1) wher u get the grease ? any grease will do?
2) goin to change the 2-o ring for input and output, as i see many post similar to my problem and after changin red o-ring ...no complaints.
3) rubber seal at where? 
4) i saw rubber o-ring at tray in some post, r they refer to the rubber in 4 corners of the tray in the bottom . actually one of the rubber (small rubber to connect into hole at bottom) is missing... the leak all start for these 4 corners.

----------


## granzord

> You are trying to say the canister top assembly is leaking from within.
> Help you phase it, my cf-1200 had leaks from there.
> Should have 2-3 o-rings inside.
> 2 at where the inlet/outlet are attached to the assembly.
> If have self priming, that section might have.
> If you recall, I briefly mentioned about this when you came up.
> 
> Edit: went to see the layout of the canister. It does self prim, but does not seem to require an o-ring as looks like the quick release solved that problem. If mobile part it is sure to have o-ring thingy, else push in push out water come out. 
> 
> Btw: where you live?


hi bro ,

i be thinking and reading for these problem for a while..
think u maybe right... o-ring at input/output.

i put new o-ring in canister head. while put back , i can sense that head is tightly secure while puting back clip.diff feeling from last old o-ring .
then i read up , saw 1 guy totally same problem as me haha. he change red-o-ring , then no problem. so i hope too. today goin c328 c how .... if not qian hu , sibei far.....

----------


## stormhawk

> 1) wher u get the grease ? any grease will do?
> 2) goin to change the 2-o ring for input and output, as i see many post similar to my problem and after changin red o-ring ...no complaints.
> 3) rubber seal at where? 
> 4) i saw rubber o-ring at tray in some post, r they refer to the rubber in 4 corners of the tray in the bottom . actually one of the rubber (small rubber to connect into hole at bottom) is missing... the leak all start for these 4 corners.


1) You can get the grease from any shop that stocks EHEIM parts or petroleum jelly will do.
2) There's no O-Ring for the red piece that goes on the flow meter, but replacing the 2 for the input/output attachment is a good idea.
3) The rubber seals go on cylindrical piece on each filter tray at the top. They basically make the pieces fit correctly so no leakage within the canister. I never changed mine for the past 7 years or so. Not so necessary but if you're going to change everything might as well change that too.
4) The only rubber pieces that go on 4 corners are the 4 tiny rubber feet at the bottom. You might want to check those too just in case.

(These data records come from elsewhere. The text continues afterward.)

def test_a_file_that_comes_back_is_the_file(path):
    desk = edited(path)
    path.unlink()
    desk.look()
    path.write_text(TEXT, encoding="utf-8")
    desk.look()
    assert desk.purpose == "" and "gone" not in desk.title and desk.state.unsaved
    desk.press("u")
    assert not desk.state.unsaved


@pytest.mark.parametrize(("spoil", "told"), [
    (lambda path: path.write_bytes(b"\xff\xfe"), "not UTF-8"),
    (lambda path: (path.unlink(), path.mkdir()), "this is a folder"),
    (lambda path: path.write_bytes(b"#" * 600_000), "at most 524288"),
])
def test_something_unreadable_in_its_place_is_told_and_nothing_is_lost(path, spoil, told):
    desk = edited(path)
    mine = desk.text
    spoil(path)
    desk.look()
    assert told in desk.view.message and desk.text == mine and "changed on disk" in desk.title
    desk.press("w")
    assert desk.labels == ["write mine over it", "do nothing now"] and told in desk.overlay.refusal
    assert told.split()[0] in desk.screen()
    desk.press("enter")
    assert desk.text == mine
    assert path.is_dir() or path.read_text(encoding="utf-8") == mine


def test_a_file_with_faults_is_read_again_as_soon_as_it_is_mended(path):
    path.write_text(TEXT.replace('"2k2"', '"2k2 F"'), encoding="utf-8")
    desk = Watched(path)
    assert desk.state.session.ledger is None and desk.view.writing is not None
    replaced(path, TEXT.replace('"2k2"', '"2k2 V"'))
    desk.look()
    assert desk.view.writing is not None and "2k2 V" in desk.view.writing.history.text
    replaced(path, TEXT)
    desk.look()
    assert desk.state.session.ledger is not None and desk.view.writing is None and desk.purpose == ""
    assert desk.text == TEXT and not desk.state.unsaved
    assert '"2k2 V"' in desk.press("u").text


def test_a_file_with_faults_and_edits_is_not_read_again_unasked(path):
    path.write_text(TEXT.replace('"2k2"', '"2k2 F"'), encoding="utf-8")
    desk = Watched(path).press("x")
    mine = desk.state.text
    replaced(path, TEXT)
    desk.look()
    assert desk.state.text == mine and desk.purpose == ""
    assert desk.press("escape").purpose == "changed"


def test_an_empty_file_that_is_filled_is_read(path):
    path.write_text("", encoding="utf-8")
    desk = Watched(path)
    assert desk.purpose == "cautions"
    replaced(path, TEXT)
    desk.look()
    assert desk.purpose == "" and desk.state.session.ledger is not None


def test_a_file_that_another_makes_takes_the_place_of_the_new_chain(tmp_path):
    desk = Watched(tmp_path / "new.toml")
    assert desk.purpose == "new"
    replaced(tmp_path / "new.toml", TEXT)
    desk.look()
    assert desk.purpose == "" and desk.text == TEXT and desk.state.session.exists and not desk.state.unsaved


def test_a_new_chain_is_not_lost_to_a_file_that_another_makes(tmp_path):
    desk = Watched(tmp_path / "new.toml").press("enter", "enter")
    mine = desk.text
    replaced(tmp_path / "new.toml", TEXT)
    desk.look()
    assert desk.purpose == "changed" and desk.text == mine


def test_a_look_from_before_a_save_tells_nothing(path):
    desk = edited(path)
    session = desk.state.session
    replaced(path, THEIRS)
    old = watch.look(str(path), session.identity, session.identity, lambda seconds: None)
    desk.press("w", "down", "enter")
    before = desk.state
    assert watching.noticed(before, old, 0.0) is before


def test_the_text_page_writes_by_what_is_known_of_the_disk_now(path):
    """What the page judged before the disk's change was noticed does not count as knowing of it."""
    desk = Watched(path).press("e", "x")
    replaced(path, TEXT)
    desk.look()
    desk.press("ctrl+s")
    assert "written" in desk.view.message
    desk.state = watching.held(desk.press("y").state, HELD, (), 0.0)
    written = path.read_text(encoding="utf-8")
    desk.press("ctrl+s")
    assert "held by pid 123" in desk.view.message
    assert path.read_text(encoding="utf-8") == written != desk.state.text


def test_a_file_that_another_has_is_not_written(path):
    desk = edited(path)
    desk.state = watching.held(desk.state, HELD, (), 0.0)
    assert "read-only" in desk.title
    assert desk.view.message.startswith("held by pid 123 on bench since 2001-09-")
    assert desk.view.message.endswith("edits can't be written")
    desk.press("+", "w")
    assert desk.view.bad and "held by pid 123 on bench" in desk.view.message
    assert path.read_text(encoding="utf-8") == TEXT
    desk.state = watching.held(desk.state, None, (), 0.0)
    assert "read-only" not in desk.title and "it can be written here now" in desk.view.message
    desk.press("w")
    assert path.read_text(encoding="utf-8") == desk.text != TEXT


def test_who_only_reads_follows_what_is_written(path):
    desk = Watched(path)
    desk.state = watching.held(desk.state, HELD, (), 0.0)
    replaced(path, THEIRS)
    desk.look()
    assert desk.text == THEIRS and desk.purpose == ""
    desk.press("+")
    replaced(path, TEXT)
    desk.look()
    assert desk.purpose == "changed"


def test_leaving_what_can_not_be_written_can_keep_it(path):
    desk = edited(path)
    desk.state = watching.held(desk.state, HELD, (), 0.0)
    assert desk.press("q").labels[0].startswith("leave; opening the file again offers")
    desk.press("enter")
    assert desk.outcome is Outcome.QUIT and desk.state.care.keep
    desk = edited(path)
    desk.state = watching.held(desk.state, HELD, (), 0.0)
    desk.press("q", "down", "enter")
    assert desk.outcome is Outcome.QUIT and not desk.state.care.keep


def test_leaving_counts_what_is_not_written(path):
    desk = edited(path).press("w").press("right", "right", "down", "+").press("q")
    assert desk.overlay.title == "1 edit not written yet"
    desk.press("escape", "u", "u").press("q")
    assert desk.overlay.title == "what stands here is not written yet"


def test_the_text_page_is_asked_for_and_written_on_leaving(path):
    desk = Watched(path).press("e", "#", "ctrl+q")
    assert desk.overlay.title == "1 edit not written yet"
    desk.press("enter")
    assert desk.outcome is Outcome.QUIT
    assert path.read_text(encoding="utf-8") == desk.text != TEXT


def test_work_that_can_not_be_kept_is_told_once(path):
    desk = edited(path)
    desk.state = watching.unkept(desk.state, "disk full")
    assert "disk full" in desk.view.message and "no recovery: disk full" in desk.title
    desk.press("right")
    desk.state = watching.unkept(desk.state, "disk full")
    assert desk.view.message == "" and "no recovery: disk full" in desk.title
    desk.state = watching.unkept(desk.state, "")
    assert "no recovery" not in desk.title


@pytest.mark.parametrize("plain", [False, True])
def test_every_title_and_choice_fits_every_size(path, plain):
    desk = edited(path)
    kept = recovery.Kept("/x", (0, 0, 0), THEIRS, 1e9, "", replace(HELD.who, host="far\x1b\u202e" * 20))
    looks = (None, watch.Look(None, None), watch.Look(None, None, THEIRS),
             watch.Look(None, desk.state.session.identity, None, recovered_fault()))
    for look in looks:
        for unkept in ("", "the reason is \x1b[31m long " * 9):
            care = Care(look, False, (kept, kept), (kept,), unkept)
            begun = replace(desk.state, plain=plain, care=care)
            for state in (begun, asked.question(begun), asked.question(begun, True), recovered.ask(begun),
                          asked.both(begun, Overlay("changed", "")), recovered.chosen(begun, "see", 0.0)[0]):
                for size in ((80, 24), (140, 45), (60, 16), (61, 30), (5, 3)):
                    assert not faults(state, *size, screen(state, *size)), (look, unkept, state.view.overlay, size)


def recovered_fault():
    return Problem(None, "the file is \x1b[31m another " * 9, "for a reason\n" * 30, "mend it")


@pytest.fixture
def state(tmp_path, monkeypatch):
    monkeypatch.setenv("XDG_STATE_HOME", str(tmp_path / "state"))
    return tmp_path / "state" / "polebook"


def keeps(path, text, base=TEXT, host="far"):
    """Work that a polebook on another host kept."""
    keeper = Keeper(str(path), lambda: True)
    keeper._who = replace(keeper._who, host=host)
    keeper.want(Work(text, base))
    assert keeper.act() == ""
    return keeper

This page will show a full diagram and you can identify the parts I mentioned from the part numbers:
http://www.eheimspares.co.uk/eheim_1...nal_filter.php

----------


## granzord

> 1) You can get the grease from any shop that stocks EHEIM parts or petroleum jelly will do.
> 2) There's no O-Ring for the red piece that goes on the flow meter, but replacing the 2 for the input/output attachment is a good idea.
> 3) The rubber seals go on cylindrical piece on each filter tray at the top. They basically make the pieces fit correctly so no leakage within the canister. I never changed mine for the past 7 years or so. Not so necessary but if you're going to change everything might as well change that too.
> 4) The only rubber pieces that go on 4 corners are the 4 tiny rubber feet at the bottom. You might want to check those too just in case.
> 
> This page will show a full diagram and you can identify the parts I mentioned from the part numbers:
> http://www.eheimspares.co.uk/eheim_1...nal_filter.php


GReat bro. your info is super. now i know most of the parts ...usually not sure what is where. haha

today went down to c328.
uncle say pump o-ring maybe faulty, advise to change along with the input and output o-ring.
damage - $25 for pump o-ring(no number, pump head for water to go in, he suspect there one stuck) and $25 for 2 small o-ring 7444190...they also got sell the input/ output head (744457 :Cool:  is it come along with o-ring one ? cost $39. suspect is doesn't , anybody knew.

1) grease = vaseline ( 734598 :Cool:  ? how much it cost?

hope after changing , will solve my problem. friday is a long wait.. lucky i got power head to pump chiller or jialat....

----------


## felix_fx2

Bro, it might have few variation like 2213's impeller.
Never ask uncle?
Good luck ok.

----------


## stormhawk

You only need the 3 crucial O-rings I mentioned. The main gasket and the 2 small ones for the input/output head. You don't need a brand new input/output attachment head. For the input and output head O-rings, you can find the same size at some hardware stores but buying Eheim made parts might be better. Rubber quality is important, so original parts are always better. The input/output head should come with the rubber seals but you can see for yourself. I doubt they come together with the seals though since they're listed separately on the diagram.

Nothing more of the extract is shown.